Work required
If a line includes "WHERE", copy it out of the entries.

Data provided
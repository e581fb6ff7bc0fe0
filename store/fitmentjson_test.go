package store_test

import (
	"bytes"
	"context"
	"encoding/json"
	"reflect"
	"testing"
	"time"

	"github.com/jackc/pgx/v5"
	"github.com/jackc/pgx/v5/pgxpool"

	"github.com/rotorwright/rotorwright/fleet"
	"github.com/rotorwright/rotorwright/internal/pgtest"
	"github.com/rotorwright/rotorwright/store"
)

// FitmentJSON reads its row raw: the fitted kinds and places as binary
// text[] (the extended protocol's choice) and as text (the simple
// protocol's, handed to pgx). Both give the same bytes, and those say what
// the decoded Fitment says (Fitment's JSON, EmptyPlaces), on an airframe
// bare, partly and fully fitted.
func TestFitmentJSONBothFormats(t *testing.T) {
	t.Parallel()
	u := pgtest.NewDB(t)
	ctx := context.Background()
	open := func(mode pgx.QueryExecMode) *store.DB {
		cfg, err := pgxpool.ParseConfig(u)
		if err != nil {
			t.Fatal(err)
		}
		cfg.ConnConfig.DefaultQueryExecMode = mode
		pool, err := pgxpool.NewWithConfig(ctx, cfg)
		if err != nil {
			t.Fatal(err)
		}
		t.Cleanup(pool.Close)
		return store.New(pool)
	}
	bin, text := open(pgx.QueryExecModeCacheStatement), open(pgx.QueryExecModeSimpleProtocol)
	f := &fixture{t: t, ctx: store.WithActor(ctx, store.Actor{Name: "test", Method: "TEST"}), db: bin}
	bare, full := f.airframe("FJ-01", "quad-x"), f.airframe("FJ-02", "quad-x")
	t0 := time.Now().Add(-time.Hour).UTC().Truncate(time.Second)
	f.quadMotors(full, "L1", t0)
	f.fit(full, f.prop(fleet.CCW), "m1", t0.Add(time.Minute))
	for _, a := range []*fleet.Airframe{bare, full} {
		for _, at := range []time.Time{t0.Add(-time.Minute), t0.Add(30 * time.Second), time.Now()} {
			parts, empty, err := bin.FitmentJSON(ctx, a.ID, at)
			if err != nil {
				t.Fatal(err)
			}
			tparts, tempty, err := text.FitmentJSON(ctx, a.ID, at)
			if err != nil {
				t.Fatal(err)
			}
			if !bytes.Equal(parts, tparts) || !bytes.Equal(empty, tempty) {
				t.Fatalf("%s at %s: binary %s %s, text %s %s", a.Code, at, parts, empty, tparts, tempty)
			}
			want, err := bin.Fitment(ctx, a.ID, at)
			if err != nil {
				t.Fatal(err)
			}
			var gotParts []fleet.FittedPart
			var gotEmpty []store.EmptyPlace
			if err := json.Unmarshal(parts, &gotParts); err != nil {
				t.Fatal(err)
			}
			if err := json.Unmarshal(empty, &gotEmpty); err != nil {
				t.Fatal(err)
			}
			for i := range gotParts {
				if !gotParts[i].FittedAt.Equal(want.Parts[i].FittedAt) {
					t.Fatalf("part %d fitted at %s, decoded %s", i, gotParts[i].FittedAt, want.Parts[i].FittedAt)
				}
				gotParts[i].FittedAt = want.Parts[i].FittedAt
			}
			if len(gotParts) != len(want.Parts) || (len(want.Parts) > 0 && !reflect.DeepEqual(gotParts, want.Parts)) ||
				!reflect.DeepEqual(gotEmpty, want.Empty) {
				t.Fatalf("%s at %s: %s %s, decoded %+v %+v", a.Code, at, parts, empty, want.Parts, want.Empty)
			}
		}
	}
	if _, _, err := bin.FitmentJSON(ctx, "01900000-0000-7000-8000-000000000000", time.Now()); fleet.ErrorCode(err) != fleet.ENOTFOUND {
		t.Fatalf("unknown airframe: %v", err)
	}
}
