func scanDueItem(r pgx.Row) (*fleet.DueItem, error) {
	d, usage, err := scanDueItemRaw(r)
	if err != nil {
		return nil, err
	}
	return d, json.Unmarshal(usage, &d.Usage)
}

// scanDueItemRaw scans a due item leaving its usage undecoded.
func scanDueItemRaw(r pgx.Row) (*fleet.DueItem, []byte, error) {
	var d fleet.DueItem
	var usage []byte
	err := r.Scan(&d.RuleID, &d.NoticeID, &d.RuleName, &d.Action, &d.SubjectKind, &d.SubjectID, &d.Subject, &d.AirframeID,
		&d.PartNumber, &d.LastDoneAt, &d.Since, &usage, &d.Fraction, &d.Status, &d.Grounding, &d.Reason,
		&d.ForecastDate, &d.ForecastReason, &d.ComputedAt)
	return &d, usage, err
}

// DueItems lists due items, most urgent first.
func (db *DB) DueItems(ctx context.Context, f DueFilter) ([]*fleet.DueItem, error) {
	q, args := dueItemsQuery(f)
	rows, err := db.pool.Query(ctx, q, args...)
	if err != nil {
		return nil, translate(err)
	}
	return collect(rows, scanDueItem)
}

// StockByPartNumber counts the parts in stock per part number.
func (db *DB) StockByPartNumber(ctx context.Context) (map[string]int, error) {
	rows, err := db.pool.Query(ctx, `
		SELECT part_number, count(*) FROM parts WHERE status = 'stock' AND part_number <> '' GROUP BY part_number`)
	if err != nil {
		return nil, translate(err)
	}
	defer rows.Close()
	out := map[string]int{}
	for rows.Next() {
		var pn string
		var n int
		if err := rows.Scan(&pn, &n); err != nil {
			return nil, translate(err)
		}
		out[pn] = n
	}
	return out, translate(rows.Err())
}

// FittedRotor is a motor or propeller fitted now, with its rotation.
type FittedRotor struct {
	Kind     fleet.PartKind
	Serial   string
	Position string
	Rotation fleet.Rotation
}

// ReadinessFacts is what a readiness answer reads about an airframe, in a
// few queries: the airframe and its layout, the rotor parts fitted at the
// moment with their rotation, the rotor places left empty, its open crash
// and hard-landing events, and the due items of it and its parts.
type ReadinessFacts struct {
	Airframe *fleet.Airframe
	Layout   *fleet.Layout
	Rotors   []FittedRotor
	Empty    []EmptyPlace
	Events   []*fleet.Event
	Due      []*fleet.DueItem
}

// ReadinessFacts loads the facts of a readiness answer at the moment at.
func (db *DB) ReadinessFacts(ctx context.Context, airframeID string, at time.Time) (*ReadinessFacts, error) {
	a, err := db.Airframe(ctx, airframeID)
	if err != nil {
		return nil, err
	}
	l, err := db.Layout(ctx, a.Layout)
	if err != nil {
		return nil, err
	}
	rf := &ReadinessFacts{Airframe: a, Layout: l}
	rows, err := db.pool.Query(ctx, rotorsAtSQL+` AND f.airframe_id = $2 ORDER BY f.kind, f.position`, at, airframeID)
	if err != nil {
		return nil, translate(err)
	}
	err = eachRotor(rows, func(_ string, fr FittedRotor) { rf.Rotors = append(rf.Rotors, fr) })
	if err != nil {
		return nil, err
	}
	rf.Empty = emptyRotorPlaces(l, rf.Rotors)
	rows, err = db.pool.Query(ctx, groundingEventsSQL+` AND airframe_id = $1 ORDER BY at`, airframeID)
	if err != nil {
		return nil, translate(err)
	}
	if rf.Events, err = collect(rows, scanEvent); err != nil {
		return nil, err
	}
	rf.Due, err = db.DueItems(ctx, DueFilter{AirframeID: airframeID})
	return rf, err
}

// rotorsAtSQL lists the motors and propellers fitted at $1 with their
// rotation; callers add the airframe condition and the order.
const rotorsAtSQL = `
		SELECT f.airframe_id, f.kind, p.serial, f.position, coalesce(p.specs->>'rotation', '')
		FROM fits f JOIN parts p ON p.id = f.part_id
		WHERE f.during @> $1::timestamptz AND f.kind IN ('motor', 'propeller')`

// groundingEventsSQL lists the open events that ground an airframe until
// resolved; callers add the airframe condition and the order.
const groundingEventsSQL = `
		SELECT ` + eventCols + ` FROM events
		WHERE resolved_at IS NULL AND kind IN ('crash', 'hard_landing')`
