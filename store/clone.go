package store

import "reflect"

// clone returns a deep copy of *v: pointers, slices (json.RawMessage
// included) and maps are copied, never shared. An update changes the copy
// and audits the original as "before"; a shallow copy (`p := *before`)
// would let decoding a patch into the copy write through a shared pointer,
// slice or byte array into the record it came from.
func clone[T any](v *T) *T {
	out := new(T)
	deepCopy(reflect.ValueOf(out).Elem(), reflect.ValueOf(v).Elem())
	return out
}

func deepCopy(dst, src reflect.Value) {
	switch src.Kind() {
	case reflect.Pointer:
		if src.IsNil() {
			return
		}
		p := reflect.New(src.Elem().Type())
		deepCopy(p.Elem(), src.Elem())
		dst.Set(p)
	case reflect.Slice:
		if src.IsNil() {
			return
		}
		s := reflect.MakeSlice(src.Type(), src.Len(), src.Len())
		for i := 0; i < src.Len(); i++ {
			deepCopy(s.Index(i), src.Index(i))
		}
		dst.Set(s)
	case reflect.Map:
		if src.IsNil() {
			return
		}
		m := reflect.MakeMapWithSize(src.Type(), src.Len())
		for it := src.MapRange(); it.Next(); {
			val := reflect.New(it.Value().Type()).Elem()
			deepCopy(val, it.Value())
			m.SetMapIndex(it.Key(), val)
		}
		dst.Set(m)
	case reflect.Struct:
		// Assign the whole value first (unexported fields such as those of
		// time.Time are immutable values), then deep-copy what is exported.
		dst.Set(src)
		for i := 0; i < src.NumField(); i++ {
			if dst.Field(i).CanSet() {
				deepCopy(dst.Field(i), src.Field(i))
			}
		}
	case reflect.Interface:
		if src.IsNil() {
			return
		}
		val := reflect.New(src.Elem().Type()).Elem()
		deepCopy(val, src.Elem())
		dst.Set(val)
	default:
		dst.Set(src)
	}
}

Answer to this problem
		SELECT part_number, count(*) FROM parts WHERE status = 'stock' AND part_number <> '' GROUP BY part_number`)
		WHERE f.during @> $1::timestamptz AND f.kind IN ('motor', 'propeller')`
		WHERE resolved_at IS NULL AND kind IN ('crash', 'hard_landing')`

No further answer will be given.